> **Task item**
Say how many lines in the records hold "smallest". Nothing but the number should be given.

(Stored data entries)

--------------------------------

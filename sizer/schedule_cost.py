"""The cost of a schedule and the bars to order, from each row's section, length, quantity and the
catalogue's purchase terms (sizer.sizing.cost).

A row's pieces (its quantity, all one length) are cut together from the stock lengths; for the
order, the pieces of one section and one length are pooled over every row. Pieces of different
lengths are not nested in one bar (a nesting plan may need fewer bars: the order is never short).
"""

from __future__ import annotations

from typing import Any

from sizer.sections.purchase import Purchase
from sizer.phrase import joined, phrase, q
from sizer.sizing.cost import BarOrder, bars_for

ORDER_NOTE = ("Bars to order: the pieces of one section and one length (over every row) are cut from the mix of stock lengths that "
              "buys the fewest metres, offcut paid for, no saw kerf, no splices; pieces of different lengths are not nested in one "
              "bar (a nesting plan may need fewer); a section without stock lengths is bought cut to length.")


def terms_of(purchase: dict | None) -> Purchase:
    """The purchase terms a row's result carries (render.cost.purchase_json), as Purchase."""
    if not purchase:
        return Purchase()
    lengths = purchase.get("stock_lengths")
    return Purchase(purchase.get("cost_per_kg"), purchase.get("stocked"), tuple(lengths) if lengths else None)


def order_cost(order: BarOrder | None, mass_per_length: float | None, terms: Purchase) -> float | None:
    """metres bought x kg/m x cost_per_kg; None without a price, a mass or bars."""
    if order is None or mass_per_length is None or terms.cost_per_kg is None:
        return None
    return order.metres * mass_per_length * terms.cost_per_kg


def row_cost(result: dict, length: float, quantity: int) -> dict[str, Any]:
    """A row's cost entries: "cost" (its pieces cut together), "currency", "bars" (render.cost.bars_json)."""
    from sizer.results.cost import bars_json

    if result.get("section") is None:
        return {"cost": None, "currency": None, "bars": None}
    terms = terms_of(result.get("purchase"))
    order = bars_for(length, quantity, terms.stock_lengths)
    return {"cost": order_cost(order, result["mass_per_length"], terms), "currency": (result.get("purchase") or {}).get("currency"),
            "bars": bars_json(order)}


def section_orders(rows: list[dict]) -> dict[str, dict[str, Any]]:
    """section -> {"cost", "bars": [{"length", "count"}], "metres", "offcut", "not_available": [lengths]} over
    every row with a section, pieces of one length pooled."""
    pieces: dict[tuple[str, float, float], list[dict]] = {}  # (section, length, kg/m: a row's material may differ)
    for row in rows:
        if row["section"] is not None:
            pieces.setdefault((row["section"], row["length"], row["mass_per_length"]), []).append(row)
    found: dict[str, dict[str, Any]] = {}
    for (section, length, mass), group in pieces.items():
        terms = terms_of(group[0].get("purchase"))
        order = bars_for(length, sum(row["quantity"] for row in group), terms.stock_lengths)
        entry = found.setdefault(section, {"cost": 0.0, "bars": {}, "metres": 0.0, "offcut": 0.0, "not_available": []})
        if order is None:
            entry["not_available"].append(length)
        else:
            for bar, count in order.bars:
                entry["bars"][(bar, order.cut_to_length)] = entry["bars"].get((bar, order.cut_to_length), 0) + count
            entry["metres"] += order.metres
            entry["offcut"] += order.offcut
        cost = order_cost(order, mass, terms)
        entry["cost"] = entry["cost"] + cost if entry["cost"] is not None and cost is not None else None
    for entry in found.values():
        entry["bars"] = [{"length": bar, "count": count, "cut_to_length": cut}
                         for (bar, cut), count in sorted(entry["bars"].items(), key=lambda item: -item[0][0])]
    return found


def add_costs(totals: dict, rows: list[dict]) -> None:
    """The totals' cost (None when a section has no price or no bar long enough), currency, whether
    the catalogue gives prices or stock lengths for any of them (`ordering`: else every piece is
    simply bought cut to length) and, per section, its cost and bars to order."""
    orders = section_orders(rows)
    for entry in totals["by_section"]:
        entry.update(orders.get(entry["section"], {}))
    costs = [entry.get("cost") for entry in totals["by_section"]]
    currencies = {row["currency"] for row in rows if row.get("currency")}
    totals["cost"] = sum(costs) if costs and all(cost is not None for cost in costs) else None
    totals["priced_cost"] = sum(cost for cost in costs if cost is not None)
    totals["currency"] = next(iter(currencies)) if len(currencies) == 1 else None
    totals["ordering"] = any(entry.get("cost") is not None or entry.get("not_available")
                             or not all(bar["cut_to_length"] for bar in entry.get("bars", [])) for entry in totals["by_section"])


def cost_notes(totals: dict) -> list[str]:
    """How the bars to order were found and what the totals' cost leaves out (sections without a
    price, pieces no stock length holds), where the catalogue gives prices or stock lengths."""
    if not totals.get("ordering"):
        return []
    notes = [ORDER_NOTE]
    unpriced = [entry["section"] for entry in totals["by_section"] if entry.get("cost") is None and not entry.get("not_available")]
    if unpriced and totals.get("priced_cost"):
        notes.append("The total cost leaves out the sections without a price (cost_per_kg): " + ", ".join(unpriced) + ".")
    for entry in totals["by_section"]:
        if entry.get("not_available"):
            lengths = joined(", ", (phrase(q("length", length, "m")) for length in entry["not_available"]))
            notes.append(phrase(f"{entry['section']}: pieces of ", lengths, " are longer than every stock length (no splice): not in the bars to order."))
    return notes
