"""Envelopes over many combinations (every pattern arrangement is a combination of its own): the
largest and smallest value of each action along the member, with where and in which combination;
the same for each support's reactions; and the curves of the largest and smallest at any stations,
for drawing.

The values along the member are exact extremes: for each combination the stations of `stations`
(both sides of every concentrated item, an even spacing), its zero-shear points (where the bending
moments peak) and the points where its summed line load changes sign (where N, V and T peak), as
`stations.extremes` does for one combination. Actions: N, Vy, Vz, T, My, Mz (N, N*m) and the beam
convention V = -Vy, M = Mz. Positions in m.
"""

from __future__ import annotations

from dataclasses import dataclass
from typing import Sequence

import numpy as np
from numpy.typing import ArrayLike

from sizer.analysis.layout import distinct
from sizer.analysis.member_solution import MemberSolution
from sizer.analysis.stations import EXTREME_ACTIONS, extreme_positions, segment_ends, stations

CHUNK = 64  # combinations evaluated together (memory: CHUNK x stations x 6 values)


@dataclass(frozen=True)
class Bound:
    """One end of an envelope: the value (N or N*m), where (m) and the combination that gives it."""

    value: float
    at: float
    combination: str


@dataclass(frozen=True)
class ActionEnvelope:
    """The largest and smallest value of one action over the member and the combinations."""

    action: str
    largest: Bound
    smallest: Bound


@dataclass(frozen=True)
class ReactionEnvelope:
    """The largest and smallest of each reaction component (Fx, Fy, Fz, Mx, My, Mz; N, N*m) of one
    support over the combinations, with the combination that gives each."""

    support: int  # index in member.supports
    largest: tuple[tuple[float, str], ...]  # (value, combination) per component
    smallest: tuple[tuple[float, str], ...]


def with_beam_convention(values: np.ndarray) -> np.ndarray:
    """(..., 8) the six actions (..., 6) followed by V = -Vy and M = Mz."""
    return np.concatenate([values, -values[..., 1:2], values[..., 5:6]], axis=-1)


def action_envelope(solution: MemberSolution, combinations: Sequence[str], n_even: int = 400) -> dict[str, ActionEnvelope]:
    """The largest and smallest of every action (EXTREME_ACTIONS) along the member over
    `combinations`, each with x and the combination; the first combination in order wins a tie."""
    if not combinations:
        raise ValueError("an envelope needs at least one combination")
    base_x, base_side = stations(solution.member, n_even)
    high = np.full(len(EXTREME_ACTIONS), -np.inf)
    low = np.full(len(EXTREME_ACTIONS), np.inf)
    high_at, low_at = np.zeros(len(EXTREME_ACTIONS)), np.zeros(len(EXTREME_ACTIONS))
    high_name, low_name = [""] * len(EXTREME_ACTIONS), [""] * len(EXTREME_ACTIONS)
    extra = extreme_positions(solution, combinations)
    x = np.concatenate([base_x, extra])
    side = np.concatenate([base_side, np.full(extra.size, "right")])
    for start in range(0, len(combinations), CHUNK):
        names = list(combinations[start:start + CHUNK])
        values = with_beam_convention(solution.weighted_actions(solution.combination_weights(names), x, side))  # (c, n, 8)
        flat = values.reshape(-1, values.shape[-1])
        for column in range(flat.shape[1]):
            top, bottom = int(np.argmax(flat[:, column])), int(np.argmin(flat[:, column]))
            if flat[top, column] > high[column]:
                high[column], high_at[column], high_name[column] = flat[top, column], x[top % x.size], names[top // x.size]
            if flat[bottom, column] < low[column]:
                low[column], low_at[column], low_name[column] = flat[bottom, column], x[bottom % x.size], names[bottom // x.size]
    return {name: ActionEnvelope(name, Bound(float(high[k]), float(high_at[k]), high_name[k]), Bound(float(low[k]), float(low_at[k]), low_name[k]))
            for k, name in enumerate(EXTREME_ACTIONS)}


def envelope_curves(solution: MemberSolution, combinations: Sequence[str], x: ArrayLike,
                    side: str | ArrayLike = "right") -> tuple[np.ndarray, np.ndarray]:
    """(largest, smallest), each (n, 8): the envelope of the actions (EXTREME_ACTIONS order) at the
    stations x (m) over `combinations`."""
    xs = np.atleast_1d(np.asarray(x, dtype=float))
    high, low = np.full((xs.size, len(EXTREME_ACTIONS)), -np.inf), np.full((xs.size, len(EXTREME_ACTIONS)), np.inf)
    for start in range(0, len(combinations), CHUNK):
        names = list(combinations[start:start + CHUNK])
        values = with_beam_convention(solution.weighted_actions(solution.combination_weights(names), xs, side))
        high, low = np.maximum(high, values.max(axis=0)), np.minimum(low, values.min(axis=0))
    return high, low


def reaction_envelope(solution: MemberSolution, combinations: Sequence[str]) -> list[ReactionEnvelope]:
    """Each support's reactions at their largest and smallest over `combinations`."""
    weights = solution.combination_weights(list(combinations))
    stack = [case.reactions for case in solution.cases.values()]
    count = len(solution.member.supports)
    stack.append(solution.self_weight.reactions if solution.self_weight is not None else np.zeros((count, 6)))
    values = np.tensordot(weights, np.stack(stack), axes=1)  # (c, supports, 6)
    top, bottom = values.argmax(axis=0), values.argmin(axis=0)
    found = []
    for s in range(count):
        found.append(ReactionEnvelope(
            s, tuple((float(values[top[s, k], s, k]), combinations[top[s, k]]) for k in range(6)),
            tuple((float(values[bottom[s, k], s, k]), combinations[bottom[s, k]]) for k in range(6))))
    return found


def displacement_bounds(solution: MemberSolution, combinations: Sequence[str], x: ArrayLike) -> tuple[np.ndarray, np.ndarray]:
    """(largest, smallest), each (n, 6): ux, uy, uz (m), rx, ry, rz (rad) at the stations x (m) over
    `combinations`; ValueError without the member's stiffness (a section)."""
    xs = np.atleast_1d(np.asarray(x, dtype=float))
    high, low = np.full((xs.size, 6), -np.inf), np.full((xs.size, 6), np.inf)
    for start in range(0, len(combinations), CHUNK):
        names = list(combinations[start:start + CHUNK])
        values = solution.weighted_displacements(solution.combination_weights(names), xs)
        high, low = np.maximum(high, values.max(axis=0)), np.minimum(low, values.min(axis=0))
    return high, low


@dataclass(frozen=True)
class LargestDeflection:
    """The largest transverse deflection sqrt(uy^2 + uz^2) (m) over the combinations: where (m),
    in which combination, and its uy and uz there (m)."""

    value: float
    at: float
    combination: str
    uy: float
    uz: float


def largest_deflection(solution: MemberSolution, combinations: Sequence[str], n: int = 801) -> LargestDeflection | None:
    """The largest transverse deflection over `combinations` at n even points, the supports, hinges
    and load positions;
    None without the member's stiffness (a section)."""
    if not solution.has_displacements:
        return None
    xs = distinct(np.concatenate([np.linspace(0.0, solution.member.length, n), segment_ends(solution.member)]))
    best: LargestDeflection | None = None
    for start in range(0, len(combinations), CHUNK):
        names = list(combinations[start:start + CHUNK])
        moved = solution.weighted_displacements(solution.combination_weights(names), xs)
        size = np.hypot(moved[..., 1], moved[..., 2])
        c, k = np.unravel_index(int(np.argmax(size)), size.shape)
        if best is None or size[c, k] > best.value:
            best = LargestDeflection(float(size[c, k]), float(xs[k]), names[c], float(moved[c, k, 1]), float(moved[c, k, 2]))
    return best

--------------------------------

> **Solution to this problem**
10